[DATA PROVIDED Boundary: Start]
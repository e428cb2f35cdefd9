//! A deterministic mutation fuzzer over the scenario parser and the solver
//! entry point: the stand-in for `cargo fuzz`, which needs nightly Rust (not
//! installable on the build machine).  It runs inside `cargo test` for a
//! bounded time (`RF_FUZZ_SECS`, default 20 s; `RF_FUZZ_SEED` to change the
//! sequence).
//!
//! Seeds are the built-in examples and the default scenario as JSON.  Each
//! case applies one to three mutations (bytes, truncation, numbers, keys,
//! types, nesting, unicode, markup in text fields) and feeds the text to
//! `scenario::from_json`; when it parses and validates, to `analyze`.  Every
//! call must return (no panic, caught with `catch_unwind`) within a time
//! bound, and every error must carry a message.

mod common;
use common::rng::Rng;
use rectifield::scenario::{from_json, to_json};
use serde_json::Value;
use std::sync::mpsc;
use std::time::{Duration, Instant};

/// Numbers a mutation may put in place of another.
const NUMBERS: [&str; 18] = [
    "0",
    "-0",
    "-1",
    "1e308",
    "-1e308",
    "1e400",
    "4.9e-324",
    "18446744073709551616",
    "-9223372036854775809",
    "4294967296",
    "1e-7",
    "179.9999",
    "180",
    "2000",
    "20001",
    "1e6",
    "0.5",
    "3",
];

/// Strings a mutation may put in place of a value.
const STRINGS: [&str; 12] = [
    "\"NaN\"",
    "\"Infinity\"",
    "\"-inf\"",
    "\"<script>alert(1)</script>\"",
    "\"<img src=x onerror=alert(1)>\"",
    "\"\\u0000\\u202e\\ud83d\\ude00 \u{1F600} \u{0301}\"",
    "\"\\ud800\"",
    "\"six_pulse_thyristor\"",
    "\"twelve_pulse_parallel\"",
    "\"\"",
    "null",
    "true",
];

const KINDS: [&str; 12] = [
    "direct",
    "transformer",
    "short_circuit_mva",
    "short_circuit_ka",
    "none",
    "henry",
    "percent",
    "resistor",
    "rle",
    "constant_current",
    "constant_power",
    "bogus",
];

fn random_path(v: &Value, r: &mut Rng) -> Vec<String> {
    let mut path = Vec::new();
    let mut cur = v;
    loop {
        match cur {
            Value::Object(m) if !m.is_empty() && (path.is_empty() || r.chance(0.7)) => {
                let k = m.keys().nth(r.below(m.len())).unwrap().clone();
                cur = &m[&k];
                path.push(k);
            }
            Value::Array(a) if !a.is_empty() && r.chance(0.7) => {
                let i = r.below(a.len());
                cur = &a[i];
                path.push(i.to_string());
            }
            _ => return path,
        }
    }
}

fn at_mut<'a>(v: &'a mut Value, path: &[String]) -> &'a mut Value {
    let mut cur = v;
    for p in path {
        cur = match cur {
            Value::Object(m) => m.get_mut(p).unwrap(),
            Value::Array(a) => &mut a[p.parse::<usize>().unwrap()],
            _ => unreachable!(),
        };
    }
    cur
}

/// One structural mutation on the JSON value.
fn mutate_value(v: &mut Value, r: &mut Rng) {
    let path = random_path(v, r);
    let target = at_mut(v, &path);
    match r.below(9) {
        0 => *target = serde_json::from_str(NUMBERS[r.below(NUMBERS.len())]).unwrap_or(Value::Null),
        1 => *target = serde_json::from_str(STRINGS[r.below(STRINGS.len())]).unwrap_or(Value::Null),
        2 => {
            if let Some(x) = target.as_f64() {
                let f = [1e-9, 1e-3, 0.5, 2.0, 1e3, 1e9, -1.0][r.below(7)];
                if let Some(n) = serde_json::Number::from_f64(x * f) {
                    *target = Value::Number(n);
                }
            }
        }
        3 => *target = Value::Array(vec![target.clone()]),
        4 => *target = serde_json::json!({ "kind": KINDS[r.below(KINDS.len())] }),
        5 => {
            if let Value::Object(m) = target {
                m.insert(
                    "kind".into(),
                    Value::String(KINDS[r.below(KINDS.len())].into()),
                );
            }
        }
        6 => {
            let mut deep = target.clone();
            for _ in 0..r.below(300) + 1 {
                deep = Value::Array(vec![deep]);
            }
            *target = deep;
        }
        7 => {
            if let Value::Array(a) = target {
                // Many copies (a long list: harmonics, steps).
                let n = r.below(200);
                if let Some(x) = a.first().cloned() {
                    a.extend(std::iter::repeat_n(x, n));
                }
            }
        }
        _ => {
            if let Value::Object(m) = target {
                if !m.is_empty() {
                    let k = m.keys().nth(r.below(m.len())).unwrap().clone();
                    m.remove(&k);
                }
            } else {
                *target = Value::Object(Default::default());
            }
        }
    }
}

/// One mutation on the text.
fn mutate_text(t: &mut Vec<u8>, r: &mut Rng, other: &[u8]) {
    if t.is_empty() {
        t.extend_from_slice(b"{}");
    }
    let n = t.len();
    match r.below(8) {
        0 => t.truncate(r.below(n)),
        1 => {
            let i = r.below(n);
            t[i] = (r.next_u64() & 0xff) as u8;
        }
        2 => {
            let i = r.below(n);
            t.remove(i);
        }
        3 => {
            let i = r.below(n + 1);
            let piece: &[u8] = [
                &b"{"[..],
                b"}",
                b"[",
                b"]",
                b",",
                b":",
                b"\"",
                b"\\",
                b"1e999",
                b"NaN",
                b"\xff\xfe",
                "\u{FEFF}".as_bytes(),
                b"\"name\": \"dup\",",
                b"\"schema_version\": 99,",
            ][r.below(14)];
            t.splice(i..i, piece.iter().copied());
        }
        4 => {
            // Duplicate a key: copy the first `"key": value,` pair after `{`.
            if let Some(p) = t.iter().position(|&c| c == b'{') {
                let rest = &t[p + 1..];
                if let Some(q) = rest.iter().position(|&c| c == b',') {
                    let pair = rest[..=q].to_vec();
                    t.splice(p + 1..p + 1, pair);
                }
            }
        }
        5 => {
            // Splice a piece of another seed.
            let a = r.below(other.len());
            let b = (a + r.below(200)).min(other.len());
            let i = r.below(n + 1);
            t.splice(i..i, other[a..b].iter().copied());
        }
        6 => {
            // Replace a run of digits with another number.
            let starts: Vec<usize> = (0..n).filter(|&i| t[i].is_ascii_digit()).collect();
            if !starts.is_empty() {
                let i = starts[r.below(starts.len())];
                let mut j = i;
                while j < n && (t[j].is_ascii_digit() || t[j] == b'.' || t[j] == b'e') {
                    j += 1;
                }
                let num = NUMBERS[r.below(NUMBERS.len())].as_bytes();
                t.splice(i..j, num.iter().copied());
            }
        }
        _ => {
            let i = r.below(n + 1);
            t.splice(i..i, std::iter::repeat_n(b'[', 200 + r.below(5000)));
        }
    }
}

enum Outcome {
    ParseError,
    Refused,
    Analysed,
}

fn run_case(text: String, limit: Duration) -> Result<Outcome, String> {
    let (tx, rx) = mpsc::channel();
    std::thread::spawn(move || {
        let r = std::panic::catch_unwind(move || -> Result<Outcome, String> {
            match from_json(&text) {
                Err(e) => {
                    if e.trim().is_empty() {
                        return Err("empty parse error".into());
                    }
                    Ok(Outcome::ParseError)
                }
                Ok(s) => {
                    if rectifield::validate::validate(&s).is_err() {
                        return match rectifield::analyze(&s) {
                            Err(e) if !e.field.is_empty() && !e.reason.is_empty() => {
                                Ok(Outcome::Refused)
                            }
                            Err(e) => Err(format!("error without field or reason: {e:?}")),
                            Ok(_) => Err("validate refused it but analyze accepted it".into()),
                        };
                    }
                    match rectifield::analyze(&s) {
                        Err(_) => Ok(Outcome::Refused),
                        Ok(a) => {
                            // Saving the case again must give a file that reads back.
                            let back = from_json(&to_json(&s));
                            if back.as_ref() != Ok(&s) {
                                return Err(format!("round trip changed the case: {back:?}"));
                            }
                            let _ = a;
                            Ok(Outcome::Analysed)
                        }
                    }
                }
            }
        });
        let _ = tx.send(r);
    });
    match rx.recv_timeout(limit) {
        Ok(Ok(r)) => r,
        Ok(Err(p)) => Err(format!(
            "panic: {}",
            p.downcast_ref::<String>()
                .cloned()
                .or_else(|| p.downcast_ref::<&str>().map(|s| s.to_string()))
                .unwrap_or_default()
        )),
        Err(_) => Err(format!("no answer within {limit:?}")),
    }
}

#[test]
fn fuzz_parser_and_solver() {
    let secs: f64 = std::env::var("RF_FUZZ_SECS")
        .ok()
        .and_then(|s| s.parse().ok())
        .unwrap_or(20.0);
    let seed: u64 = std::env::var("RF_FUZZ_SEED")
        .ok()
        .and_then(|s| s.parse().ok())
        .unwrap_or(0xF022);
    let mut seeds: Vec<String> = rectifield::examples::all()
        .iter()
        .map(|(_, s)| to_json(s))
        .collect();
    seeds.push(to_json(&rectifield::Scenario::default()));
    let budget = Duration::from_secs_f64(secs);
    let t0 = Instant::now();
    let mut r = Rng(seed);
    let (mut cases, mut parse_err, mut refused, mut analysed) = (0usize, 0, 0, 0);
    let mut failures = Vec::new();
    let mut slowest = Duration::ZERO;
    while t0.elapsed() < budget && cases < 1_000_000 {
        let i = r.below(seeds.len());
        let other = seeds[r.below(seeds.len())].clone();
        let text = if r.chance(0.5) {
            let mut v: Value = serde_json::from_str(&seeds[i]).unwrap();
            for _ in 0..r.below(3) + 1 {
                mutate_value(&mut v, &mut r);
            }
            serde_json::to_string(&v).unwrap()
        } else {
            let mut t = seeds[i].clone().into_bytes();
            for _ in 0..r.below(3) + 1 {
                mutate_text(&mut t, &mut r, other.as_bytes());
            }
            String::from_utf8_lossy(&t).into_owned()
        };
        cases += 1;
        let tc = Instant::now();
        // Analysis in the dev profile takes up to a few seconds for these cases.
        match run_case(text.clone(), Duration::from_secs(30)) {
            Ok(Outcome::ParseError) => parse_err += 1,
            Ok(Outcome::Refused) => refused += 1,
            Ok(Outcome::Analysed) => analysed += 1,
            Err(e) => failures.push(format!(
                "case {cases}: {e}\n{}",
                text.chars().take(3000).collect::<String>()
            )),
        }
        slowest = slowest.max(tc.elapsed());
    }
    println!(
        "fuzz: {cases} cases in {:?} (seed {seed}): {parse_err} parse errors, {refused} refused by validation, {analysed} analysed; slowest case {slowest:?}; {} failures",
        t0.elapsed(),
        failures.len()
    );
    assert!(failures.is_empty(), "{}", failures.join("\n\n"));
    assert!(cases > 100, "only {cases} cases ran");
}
[DATA PROVIDED Boundary: End]
[DATA PROVIDED Boundary: Start]
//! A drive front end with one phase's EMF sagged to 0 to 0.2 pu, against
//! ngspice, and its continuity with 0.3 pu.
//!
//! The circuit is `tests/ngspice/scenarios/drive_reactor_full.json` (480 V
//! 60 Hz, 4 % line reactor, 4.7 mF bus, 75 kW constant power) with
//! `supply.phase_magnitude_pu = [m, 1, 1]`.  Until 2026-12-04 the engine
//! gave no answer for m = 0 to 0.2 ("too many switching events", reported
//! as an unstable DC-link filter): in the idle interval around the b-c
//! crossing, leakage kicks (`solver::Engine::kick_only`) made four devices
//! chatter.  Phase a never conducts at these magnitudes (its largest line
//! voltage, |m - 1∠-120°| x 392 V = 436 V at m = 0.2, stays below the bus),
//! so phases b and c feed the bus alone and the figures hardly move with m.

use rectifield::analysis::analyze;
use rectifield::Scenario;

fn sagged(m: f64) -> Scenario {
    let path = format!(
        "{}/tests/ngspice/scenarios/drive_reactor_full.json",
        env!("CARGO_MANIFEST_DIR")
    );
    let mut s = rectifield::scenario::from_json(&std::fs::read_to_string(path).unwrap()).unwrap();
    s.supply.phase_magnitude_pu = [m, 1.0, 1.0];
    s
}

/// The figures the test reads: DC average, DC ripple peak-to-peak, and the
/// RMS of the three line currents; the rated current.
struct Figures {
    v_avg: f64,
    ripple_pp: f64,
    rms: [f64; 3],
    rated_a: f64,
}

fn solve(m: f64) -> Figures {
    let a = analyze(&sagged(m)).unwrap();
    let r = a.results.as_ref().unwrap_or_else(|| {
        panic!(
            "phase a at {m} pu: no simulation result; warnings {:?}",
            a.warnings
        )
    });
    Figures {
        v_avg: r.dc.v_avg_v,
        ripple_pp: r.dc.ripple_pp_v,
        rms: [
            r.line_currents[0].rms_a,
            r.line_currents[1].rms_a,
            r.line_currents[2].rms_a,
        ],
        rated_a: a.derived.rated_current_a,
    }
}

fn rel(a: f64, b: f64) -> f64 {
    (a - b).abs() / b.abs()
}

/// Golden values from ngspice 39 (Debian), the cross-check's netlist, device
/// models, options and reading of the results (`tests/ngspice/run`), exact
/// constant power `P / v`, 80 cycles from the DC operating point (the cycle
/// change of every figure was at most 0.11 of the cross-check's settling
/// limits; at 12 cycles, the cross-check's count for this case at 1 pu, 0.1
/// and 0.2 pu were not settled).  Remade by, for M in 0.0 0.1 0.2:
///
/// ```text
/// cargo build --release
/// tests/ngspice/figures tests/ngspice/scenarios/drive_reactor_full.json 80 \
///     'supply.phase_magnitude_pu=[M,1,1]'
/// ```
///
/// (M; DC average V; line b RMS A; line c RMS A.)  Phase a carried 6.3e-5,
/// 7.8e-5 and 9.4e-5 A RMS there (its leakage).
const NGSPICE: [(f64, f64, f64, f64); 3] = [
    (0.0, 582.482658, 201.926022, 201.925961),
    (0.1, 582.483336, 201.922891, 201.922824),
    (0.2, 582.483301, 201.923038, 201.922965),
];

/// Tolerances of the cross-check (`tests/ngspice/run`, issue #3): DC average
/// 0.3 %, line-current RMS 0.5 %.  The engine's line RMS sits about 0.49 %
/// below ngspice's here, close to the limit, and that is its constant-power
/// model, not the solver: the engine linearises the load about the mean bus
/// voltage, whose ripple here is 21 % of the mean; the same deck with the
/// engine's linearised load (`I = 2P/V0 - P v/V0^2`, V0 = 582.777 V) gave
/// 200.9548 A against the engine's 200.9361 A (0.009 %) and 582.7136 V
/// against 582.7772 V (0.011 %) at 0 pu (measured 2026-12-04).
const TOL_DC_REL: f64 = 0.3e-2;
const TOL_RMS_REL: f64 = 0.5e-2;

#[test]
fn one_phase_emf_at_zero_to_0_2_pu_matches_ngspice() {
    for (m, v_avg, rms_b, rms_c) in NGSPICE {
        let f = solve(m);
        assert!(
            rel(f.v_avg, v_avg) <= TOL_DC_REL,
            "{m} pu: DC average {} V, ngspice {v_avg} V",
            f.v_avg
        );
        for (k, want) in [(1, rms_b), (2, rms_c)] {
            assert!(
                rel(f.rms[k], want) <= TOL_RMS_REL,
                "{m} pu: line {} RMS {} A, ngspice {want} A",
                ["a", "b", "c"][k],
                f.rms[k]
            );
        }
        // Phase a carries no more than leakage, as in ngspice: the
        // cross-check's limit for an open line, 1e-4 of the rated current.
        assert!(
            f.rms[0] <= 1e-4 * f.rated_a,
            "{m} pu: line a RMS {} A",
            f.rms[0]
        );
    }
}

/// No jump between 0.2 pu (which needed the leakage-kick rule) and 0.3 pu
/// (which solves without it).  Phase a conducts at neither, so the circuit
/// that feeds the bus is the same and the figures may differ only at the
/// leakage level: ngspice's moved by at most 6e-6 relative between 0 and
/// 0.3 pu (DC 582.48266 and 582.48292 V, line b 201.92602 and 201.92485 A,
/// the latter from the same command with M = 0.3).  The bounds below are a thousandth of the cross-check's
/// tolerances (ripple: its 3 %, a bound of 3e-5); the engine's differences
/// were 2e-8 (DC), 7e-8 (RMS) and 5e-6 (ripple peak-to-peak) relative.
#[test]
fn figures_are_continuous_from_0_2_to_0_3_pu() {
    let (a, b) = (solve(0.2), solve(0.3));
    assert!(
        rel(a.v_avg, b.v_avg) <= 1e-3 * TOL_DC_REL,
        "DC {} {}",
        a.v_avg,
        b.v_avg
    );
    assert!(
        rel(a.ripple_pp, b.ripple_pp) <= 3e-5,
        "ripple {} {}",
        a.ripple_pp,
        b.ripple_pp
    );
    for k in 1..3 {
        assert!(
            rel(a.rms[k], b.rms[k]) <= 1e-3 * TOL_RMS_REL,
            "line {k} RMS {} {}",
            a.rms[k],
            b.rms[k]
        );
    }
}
[DATA PROVIDED Boundary: End]
DIRECTIONS - Retype only the lines above between the line with "repository e428cb2f35cdefd9" and the line with "case applies one", counting those two lines as well, and keep every character as it is.

REPLY -
repository e428cb2f35cdefd9
//! A deterministic mutation fuzzer over the scenario parser and the solver
//! entry point: the stand-in for `cargo fuzz`, which needs nightly Rust (not
//! installable on the build machine).  It runs inside `cargo test` for a
//! bounded time (`RF_FUZZ_SECS`, default 20 s; `RF_FUZZ_SEED` to change the
//! sequence).
//!
//! Seeds are the built-in examples and the default scenario as JSON.  Each
//! case applies one to three mutations (bytes, truncation, numbers, keys,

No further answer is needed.